然而,让韩龙和刘通判万万没有想到的是,萧衡并没有拍桌子,也没有动怒。
他甚至看都没有看韩龙一眼,只缓缓拿起酒杯。
就在韩龙以为萧衡要忍不住发作时,清脆的杯盏碰撞声响起。
是楚尘,他拿起酒杯与萧衡碰了一下,嘴角带着玩味,慢悠悠开口:
“韩校尉说得倒是没错,可这酒既不是投降,也不是庆功。”
“不过是保全两边将士性命的交心酒,该我喝,也该萧兄喝。”
萧衡何等聪明,一瞬间领会楚尘化解纷争的意图,微微一笑,仰头将这杯酒喝下。
两人默契地不理会韩龙,将对方晾着,自顾自说起话来。
“此番得以保全,多亏有楚将军相助,既破我血衣军,又拉我血衣军,实乃大才大德,萧某输得心服口服。”
“至于某位败军之将,萧某之前倒是见识过,那痛哭流涕的模样,啧啧.....”
萧衡摇头,语气中满是嘲讽。
“那嘴皮子、那厚脸皮的本事,萧某同样心服口服。”
这句话一出,这简直是把韩龙的脸拉过来,当众抽打!
“放你娘的屁!”
韩龙面色铁青,萧衡还没反应,他反倒先动怒了。
想到投降书一事,恐惧与羞愤让韩龙彻底失去了理智,就想直接动手。
但楚尘根本不给他机会,猛地起身笑道:“萧兄此话深得我意,理当再喝三杯,不过这有些老鼠,一直吱吱叫,吵得人心神不宁。”

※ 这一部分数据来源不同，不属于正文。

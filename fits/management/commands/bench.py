"""Times the engine beside the library routines that do the same."""

import sys
from typing import Any

from django.core.management.base import CommandParser

from fits.management.base import FileCommand
from fits.management.bench.case import Row
from fits.management.bench.run import run_bench

REPEATS = 7
QUICK_SCALE = 20


class Command(FileCommand):
    """`manage.py bench`: exit 0 when every row holds, 1 when one does not."""

    help = (
        "Time the engine beside library routines: medians of processor time after a warm-up, "
        "one thread on both sides."
    )

    def add_arguments(self, parser: CommandParser) -> None:
        parser.add_argument("--json", metavar="FILE", help="write the rows as JSON; - for standard output")
        parser.add_argument(
            "--quick", action="store_true", help="one repeat of small cases, to try the command; says nothing"
        )

    def compute(self, options: dict[str, Any]) -> None:
        # Rows come slowly: where the document goes to standard output, they go to the other one.
        stream = self.stderr if options["json"] == "-" else self.stdout
        if options["quick"]:
            rows = run_bench(repeats=1, scale=QUICK_SCALE, tell=lambda row: stream.write(line_of(row)))
        else:
            rows = run_bench(repeats=REPEATS, tell=lambda row: stream.write(line_of(row)))
        if options["json"]:
            self.write_json(options["json"], {"rows": rows})
        if not options["quick"] and not all(row["holds"] for row in rows):
            sys.exit(1)


def line_of(row: Row) -> str:
    """A row for people at a terminal."""
    verdict = "holds" if row["holds"] else "does not hold"
    return f"{verdict}: {row['ratio']:.3g} ({row['wanted']})  {row['name']}"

说完,楚尘大步上前,一把抓住对方蠢蠢欲动的手腕,猛地将酒杯掷向屏风。
屏风霎时间被酒水洒满,甚至还能听到后方传来的低声惊呼。
“楚子岳,你!”韩龙脸色大变,试图挣脱束缚。
下一刻,萧衡同样起身,身后两位亲卫跨过韩龙,一举将屏风推倒。
他们动作很快,就连屏风后的刀斧手们都没反应过来。
屏风倒地,烟尘四起。
十多个手握短斧带甲兵士,就像被人扒光衣服一般,暴露在楚尘和萧衡目光之下。
“刘通判。”
楚尘转过头,看着那吓得脸色发白的刘通判,眼中杀气如利刃般锋锐:
“本将和萧兄此番赴宴,乃是为了两方和平。”
“你特意藏着这十几个拿刀弄斧的甲士,是想顺带把我楚子岳的脑袋砍了?”
“还是想以此破坏招安大局?罔顾军令?”
“误会,这都是误会啊!”刘通判扑通一声跪倒在地,冷汗瞬间浸透了官服。
要不是韩龙带头,借他十个胆子也不敢下令设局埋伏。但刘通判又不敢明说,只能不断求饶。
“废物东西!”
韩龙恶狠狠地瞪了刘通判一眼,干脆道:“不过是我疑心萧衡,特意做的保险。”
“你若是有意见,不妨去向主帅弹劾。”
“好,那我就去弹劾了,不过不仅是主帅,还有朝廷。”楚尘笑眯眯道。
韩龙脸色一变:“楚子岳,你敢?”
“有何不敢?”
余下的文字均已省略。